作者:和迢 · 类别:言情小说 · 大小:460 KB · 上传时间:2020-11-01

第40章 医院情侣

  卫诚走回去, 卫惟面无表情问他,“你去干了什么?”

  “你是不是和应仰说了?”卫惟一下抓狂,“你告诉他干什么?!你是不是还告诉他我想吃点心?不吃就不吃, 你告诉他干什么!”

  卫诚护着她的输液管和打针的手,“你一直和人聊天,我怎么知道你没和他说。”

  卫惟恨不得把针拔下来和他打一架, “我在和顾苓聊天!我生病这种事为什么要告诉他?!病又不是不会好?你还让他去买点心?隔这么远他怎么去?!”

  “!......”卫诚的太阳穴突突跳了几下, “那我怎么去?”

  卫惟欲哭无泪,“我就和你说说,你又不会真去。

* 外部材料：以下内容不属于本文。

"""The local azimuthal equidistant projection (driftloop.geodesy).

External check values: PROJ's ``+proj=aeqd +ellps=WGS84`` through pyproj, and
GeographicLib (Geodesic.WGS84, a reference implementation of Karney 2013)
for distances, azimuths and the reduced length m12.
"""

from __future__ import annotations

import numpy as np
import pytest
from geographiclib.geodesic import Geodesic

from driftloop import geodesy
from driftloop.constants import EARTH_MEAN_RADIUS_M

WGS84 = Geodesic.WGS84

CENTRES = {
    "mid-latitude": (-38.5, 43.0),
    "antimeridian": (179.95, -20.0),
    "equator": (0.0, 0.0),
    "poleward of 85": (60.0, 86.5),
    "near the north pole": (-100.0, 89.99),
    "south pole": (0.0, -90.0),
}


def _points_around(lon0, lat0, max_m, n=400, seed=0):
    """Points at known distance and azimuth from the centre (GeographicLib Direct)."""
    rng = np.random.default_rng(seed)
    azi = rng.uniform(-180.0, 180.0, n)
    dist = max_m * np.sqrt(rng.uniform(0.0, 1.0, n))
    dist[:4] = [0.0, 1e-3, max_m, max_m]
    out = [WGS84.Direct(lat0, lon0, a, s) for a, s in zip(azi, dist, strict=True)]
    lon = np.array([o["lon2"] for o in out])
    lat = np.array([o["lat2"] for o in out])
    return lon, lat, azi, dist, np.array([o["azi2"] for o in out])


def _metres_apart(lon1, lat1, lon2, lat2):
    return geodesy.inverse(lon1, lat1, lon2, lat2).distance_m


def _angle_diff(a, b):
    return np.abs((np.asarray(a) - np.asarray(b) + 180.0) % 360.0 - 180.0)


@pytest.mark.parametrize("where", list(CENTRES))
def test_geodesic_method_is_projs_aeqd(where):
    lon0, lat0 = CENTRES[where]
    lon, lat, azi, dist, _ = _points_around(lon0, lat0, 150e3)
    proj = geodesy.LocalProjection(lon0, lat0)
    x_ref, y_ref = proj.to_pyproj()(lon, lat)  # PROJ aeqd
    p = proj.forward(lon, lat)
    np.testing.assert_allclose(p.x_m, x_ref, rtol=0, atol=1e-6)
    np.testing.assert_allclose(p.y_m, y_ref, rtol=0, atol=1e-6)
    # the defining property: distance from the centre exact (GeographicLib s12, 1 mm)
    np.testing.assert_allclose(np.hypot(p.x_m, p.y_m), dist, rtol=0, atol=1e-3)


@pytest.mark.parametrize("where", list(CENTRES))
def test_conformal_method_is_within_a_millimetre_of_proj(where):
    lon0, lat0 = CENTRES[where]
    lon, lat, _, dist, _ = _points_around(lon0, lat0, 150e3, seed=1)
    x_ref, y_ref = geodesy.LocalProjection(lon0, lat0).to_pyproj()(lon, lat)  # PROJ aeqd
    p = geodesy.aeqd_forward(lon, lat, lon0, lat0, method="conformal")
    err = np.hypot(p.x_m - x_ref, p.y_m - y_ref)
    assert err.max() < 1.2e-3  # 1.1 mm at 150 km (module notes)
    assert err[dist < 100e3].max() < 0.25e-3
    assert err[dist < 20e3].max() < 1e-6


@pytest.mark.parametrize("method", ["geodesic", "conformal"])
@pytest.mark.parametrize("where", list(CENTRES))
def test_round_trip(method, where):
    lon0, lat0 = CENTRES[where]
    lon, lat, _, _, _ = _points_around(lon0, lat0, 150e3, seed=2)
    p = geodesy.aeqd_forward(lon, lat, lon0, lat0, method=method)
    back = geodesy.aeqd_inverse(p.x_m, p.y_m, lon0, lat0, method=method)
    assert _metres_apart(lon, lat, back.lon_deg, back.lat_deg).max() < 1e-7
    assert np.all((back.lon_deg >= -180.0) & (back.lon_deg < 180.0))


@pytest.mark.parametrize("method", ["geodesic", "conformal"])
@pytest.mark.parametrize("where", list(CENTRES))
def test_radial_azimuth_is_the_geodesic_azimuth(method, where):
    lon0, lat0 = CENTRES[where]
    lon, lat, _, dist, azi2 = _points_around(lon0, lat0, 150e3, seed=3)
    p = geodesy.aeqd_forward(lon, lat, lon0, lat0, method=method)
    back = geodesy.aeqd_inverse(p.x_m, p.y_m, lon0, lat0, method=method)
    far = dist > 1.0  # at the centre the radial direction is a convention
    tol = 1e-9 if method == "geodesic" else 1e-6  # GeographicLib azi2
    assert _angle_diff(back.radial_azimuth_deg[far], azi2[far]).max() < tol


def test_inverse_conformal_latitude_reaches_double_precision():
    # one Newton step from tau' / (1 - e^2) (Karney 2011); every latitude
    lat = np.linspace(-90.0, 90.0, 200_001)
    tau = np.tan(np.radians(lat))
    taup, _ = geodesy._tau_prime(tau)
    back = np.degrees(np.arctan(geodesy._tau_from_tau_prime(taup)))
    assert np.abs(back - lat).max() < 1e-13


def test_scale_error_bound():
    # (r/R)^2 / 6 to leading order; 1e-4 allows 156 km (module notes)
    assert float(geodesy.aeqd_scale_error(150e3)) == pytest.approx(
        (150e3 / EARTH_MEAN_RADIUS_M) ** 2 / 6, rel=1e-3)
    assert float(geodesy.aeqd_scale_error(geodesy.AEQD_MAX_RADIUS_M)) < 1e-4
    assert geodesy.aeqd_max_radius(1e-4) == pytest.approx(156.06e3, rel=1e-3)
    assert float(geodesy.aeqd_scale_error(0.0)) == 0.0


@pytest.mark.parametrize("where", ["mid-latitude", "poleward of 85"])
def test_transverse_scale_is_s_over_m12(where):
    # the derivation behind projected_to_east_north: across the radial line
    # PROJ's aeqd stretches by s / m12 (m12 = reduced length, GeographicLib)
    lon0, lat0 = CENTRES[where]
    proj = geodesy.LocalProjection(lon0, lat0)
    for s, azi in [(150e3, 30.0), (80e3, -120.0)]:
        g = WGS84.Direct(lat0, lon0, azi, s, Geodesic.STANDARD | Geodesic.REDUCEDLENGTH)
        ds = 1.0  # 1 m step across the geodesic at its end point
        side = WGS84.Direct(g["lat2"], g["lon2"], g["azi2"] + 90.0, ds)
        a = proj.forward(g["lon2"], g["lat2"])
        b = proj.forward(side["lon2"], side["lat2"])
        stretch = float(np.hypot(b.x_m - a.x_m, b.y_m - a.y_m)) / ds
        assert stretch == pytest.approx(s / g["m12"], abs=2e-8)
        # the spherical formula used for the velocity conversion
        assert stretch - 1.0 == pytest.approx(float(geodesy.aeqd_scale_error(s)), rel=0.02)


@pytest.mark.parametrize("method", ["geodesic", "conformal"])
@pytest.mark.parametrize("where", list(CENTRES))
def test_projected_vectors_turn_into_east_north(method, where):
    # a 1-cm move along a known azimuth, seen in the projection, must come
    # back as (sin b, cos b) in east/north
    lon0, lat0 = CENTRES[where]
    lon, lat, _, dist, _ = _points_around(lon0, lat0, 150e3, n=60, seed=4)
    rng = np.random.default_rng(9)
    bearing = rng.uniform(-180.0, 180.0, lon.size)
    step = 0.01
    moved = geodesy.forward(lon, lat, bearing, step)
    a = geodesy.aeqd_forward(lon, lat, lon0, lat0, method=method)
    b = geodesy.aeqd_forward(moved.lon_deg, moved.lat_deg, lon0, lat0, method=method)
    back = geodesy.aeqd_inverse(a.x_m, a.y_m, lon0, lat0, method=method)
    vel = geodesy.projected_to_east_north(a.x_m, a.y_m, (b.x_m - a.x_m) / step,
                                          (b.y_m - a.y_m) / step, back.radial_azimuth_deg, lat0)
    ok = np.abs(lat) < 89.9999  # east/north are undefined at the pole itself
    np.testing.assert_allclose(vel.u_m_s[ok], np.sin(np.radians(bearing[ok])), atol=1e-6)
    np.testing.assert_allclose(vel.v_m_s[ok], np.cos(np.radians(bearing[ok])), atol=1e-6)


def test_projection_across_the_antimeridian_is_continuous():
    lon0, lat0 = 179.99, 10.0
    lon = np.array([179.9, 179.99, -179.99, -179.9])
    x, y = geodesy.aeqd_forward(lon, np.full(4, lat0), lon0, lat0)
    assert np.all(np.diff(x) > 0)  # eastward, no jump of 360 degrees
    expected = [WGS84.Inverse(lat0, lon0, lat0, lo)["s12"] for lo in lon]
    np.testing.assert_allclose(np.abs(x), expected, rtol=0, atol=0.5)  # y != 0 off the parallel


def test_track_centre():
    lon0, lat0 = geodesy.track_centre([179.5, -179.5, 179.8, -179.8], [-5.0, -5.0, -4.0, -4.0])
    assert abs(abs(lon0) - 180.0) < 1e-9 and lat0 == pytest.approx(-4.5, abs=0.01)
    # around the pole: the centre is the pole, not the mean of the longitudes
    lon0, lat0 = geodesy.track_centre([0.0, 90.0, 180.0, -90.0], [89.0] * 4)
    assert lat0 == pytest.approx(90.0, abs=1e-9)
    with pytest.raises(ValueError, match="finite"):
        geodesy.track_centre([np.nan], [np.nan])
    with pytest.raises(ValueError, match="cancel"):
        geodesy.track_centre([0.0, 180.0], [0.0, 0.0])


def test_proj_string_and_methods():
    proj = geodesy.LocalProjection(-38.5, 43.0)
    assert proj.proj_string.startswith("+proj=aeqd +lat_0=43.0 +lon_0=-38.5 +ellps=WGS84")
    with pytest.raises(ValueError, match="method"):
        proj.forward(0.0, 0.0, method="sphere")
    p = proj.inverse(0.0, 0.0)
    assert float(p.lon_deg) == pytest.approx(-38.5) and float(p.lat_deg) == pytest.approx(43.0)
    nan = geodesy.aeqd_forward([np.nan, -38.4], [43.0, 43.0], -38.5, 43.0)
    assert np.isnan(nan.x_m[0]) and np.isfinite(nan.x_m[1])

吃不到就不吃啊, 你让他怎么做?”

  卫诚头大,“行了,我错了。”

  卫诚给她又调调输液管,“多大的事,我说了他又不一定去。”

  “谁知道你和别人谈恋爱不一样。”

  卫诚实在想不明白卫惟的脑子怎么长的,生病难道不告诉人?那他和程羡原来那几个女朋友, 磕着碰着就哭哭唧唧, 打电话发照片百般暗示,女的不都这样?

  卫惟一点就通,知道他这想法到底是从何而来。想都不想把暖手宝当成炸弹塞给他, 恨铁不成钢道,“你真是气死我了!”又深呼吸平复心情给他解释,“不是所有女的都是一个样的!”

  卫惟咬着牙给他普及知识,“你要相信, 有人是不经折的小花小草,有人是能受住雨打风吹的团花高树。有人随时需要庇佑,有人无需过多照拂。”

  卫惟再次深呼吸,“我和他在一起不是想让他为我做什么买什么,我们就是两个人在一起,我会和他一起笑,他不开心我哄他,我不开心他哄哄我我就好。打针吃药这些都是小事,这些自己不控制不期待的事不属于我要和他分享的范围。”

  卫诚一时没能完全消化。

  总算找到了教训卫诚的当口,卫惟丝毫不顾及他的血槽快空,好把他干的那些破事都说一遍。

  卫惟直接出了绝招,“我记得上次上着课有个跑到我班里追问你在哪的。还有个因为你一天没理她跑到我面前哭的。”

  “......”

  卫惟觉得冷,又把塞给他的暖手宝夺回来,“果然是人影响人,麻烦下次你找个坚强点的女朋友。”

  “我就问问哪些人里到底有没有你正儿八经的女朋友?有的话你下次和她们说一声,别总是跑到我面前来哭。”

  最后一个哭字真就带了哭腔,话还不算完。

  “哭声没一个一样的,都赶上交响曲了!”。

  卫惟噼里啪啦半真半假,卫诚根本没注意听她后面说了什么,因为卫惟自己憋不住了,她快哭了。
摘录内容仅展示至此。